Audit-Grade AI: Why 'Explainable' Is Not Enough

Clu Labs
Apr 18, 2024
3 min read

The regulatory conversation about AI has settled, for now, on 'explainability' as the key standard. Can you show your working? Can a human understand why the system produced this output? Can you describe the logic in terms a regulator will accept?

These are the right questions. But they're not sufficient ones.

Explainability describes a property of a model's output. Audit-grade refers to a property of the entire decision system; its inputs, methodology, outputs, audit trail, and the ability to reproduce the same result under scrutiny. For workforce decisions made in regulated environments, the distinction matters enormously.

The reproducibility problem

Generative AI, the technology behind most workforce analytics platforms entering the market, is stochastic by design. The same prompt, given to the same model, on two different days, can and will produce two different outputs. You can explain either output. You cannot guarantee they'll match.

For the vast majority of AI applications, this is fine. Content generation, ideation, and first-draft documents, these tasks tolerate variance. The output is a starting point, not a record.

For workforce decisions, it's disqualifying. If your AI system produced a restructuring recommendation in January and a tribunal asks you to reproduce the analysis in September, a stochastic system cannot do it. The methodology is non-deterministic by architecture. There is no audit trail that will satisfy a regulator who wants to know whether your process was consistent, fair, and repeatable.
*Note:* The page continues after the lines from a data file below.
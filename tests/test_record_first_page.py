"""A record a checker reads at a glance: its first page, `verify` with the verdict first, and the words views use.

The first page of the HTML and Markdown record holds what a checker signs against - identity, status, the
governing results (each kind's ``SUMMARY_RESULTS``), every failing or warning check and the notices to act
on, the signatures - then a page break (CSS, for print) and the detail by numbered section. ``verify``
prints its verdict and every difference first, the governing results after, and every compared value only
with ``--all``. Reports an earlier release drew (the layout before the first page) still verify, as drawn by
an earlier release; an edit to one is still caught. Also: no result twice under two keys (the let-down's
valve travel), two temperatures never read as a difference, the heater's sketch named for its arrangement,
and the diff's colours neutral. The checks here are of layout and words (common practice for calculation
records: a cover sheet that carries the status and the sign-offs); the values come from the calculations'
own reference tests.
"""

import json
import re
import shutil
from pathlib import Path

import pytest

from steamcalc.calcs import get_calculation
from steamcalc.cli import main
from steamcalc.records.record import compute_content_digest, compute_digest, load_record, record_text
from steamcalc.render.report import render_earlier, render_html, render_markdown
from steamcalc.render.sketch import sketch_svg

DEMO = Path(__file__).resolve().parent.parent / "workbooks" / "demo_site"
ARCHIVE = Path(__file__).resolve().parent / "archive"


@pytest.fixture(autouse=True)
def _no_user_settings(tmp_path, monkeypatch):
    # Trust comes from the site above the records here, never from a settings file of whoever runs the tests.
    monkeypatch.delenv("STEAMCALC_SETTINGS", raising=False)
    monkeypatch.setenv("XDG_CONFIG_HOME", str(tmp_path / "no-config"))


@pytest.fixture(scope="module")
def records(tmp_path_factory):
    site = tmp_path_factory.mktemp("first_page") / "site"
    shutil.copytree(DEMO, site, ignore=shutil.ignore_patterns("records"))
    assert main(["run", str(site / "cases"), "--quiet"]) in (0, 1)
    return site / "records"


def _first_page(page):
    return page[page.index('<section class="first-page"'):page.index("</section>")]
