"""What a user keeps: site files, case files, the case-file writer and new plant folders."""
Explainability tells you what the system decided. Audit-grade means you can prove, under scrutiny, that it would reach the same decision again and show your working.

What audit-grade AI actually requires

Audit-grade by architecture means the system is deterministic: the same inputs always produce the same outputs. It means the methodology is documented and version-controlled, so changes to the analytical logic are tracked. It means the evidence base for any output is traceable to its source - every score, every classification, every risk flag has a provenance chain.

It also means the system doesn't introduce risk at the data layer. Non-generative AI doesn't hallucinate. It doesn't invent relationships between data points that don't exist in the input. It surfaces what's there. The outputs are constrained by the organisation's structural reality, not shaped by a model's prior training on other organisations' data.

This isn't a theoretical distinction. The Employment Rights Bill's strengthened collective consultation requirements, the EU AI Act's Annex III classification of workforce AI as high-risk, and the ongoing ICO scrutiny of AI in employment decisions are all moving in the same direction: towards a standard of evidence that generative AI systems cannot currently meet.

The architecture that solves for compliance from day one

Clu's analytical engine is non-generative and deterministic. Our methodology is pre-registered before analysis runs, which means the evaluation framework is locked in before any output is produced, eliminating the possibility of post-hoc rationalisation. Every score is reproducible. Every output has a traceable source.

We designed this not because regulation required it at the time - it didn't - but because we were building for organisations in regulated industries where the question 'can you prove this?' is never hypothetical. UK-sovereign, non-generative, audit-grade by architecture: that's the infrastructure for workforce decisions that survive scrutiny.

As regulation tightens, and it will, organisations that chose audit-grade architecture early will have a structural advantage. Those who chose convenience and explainability as proxies for compliance will find themselves retrofitting governance onto systems that weren't built for it.

That's an expensive problem to discover late.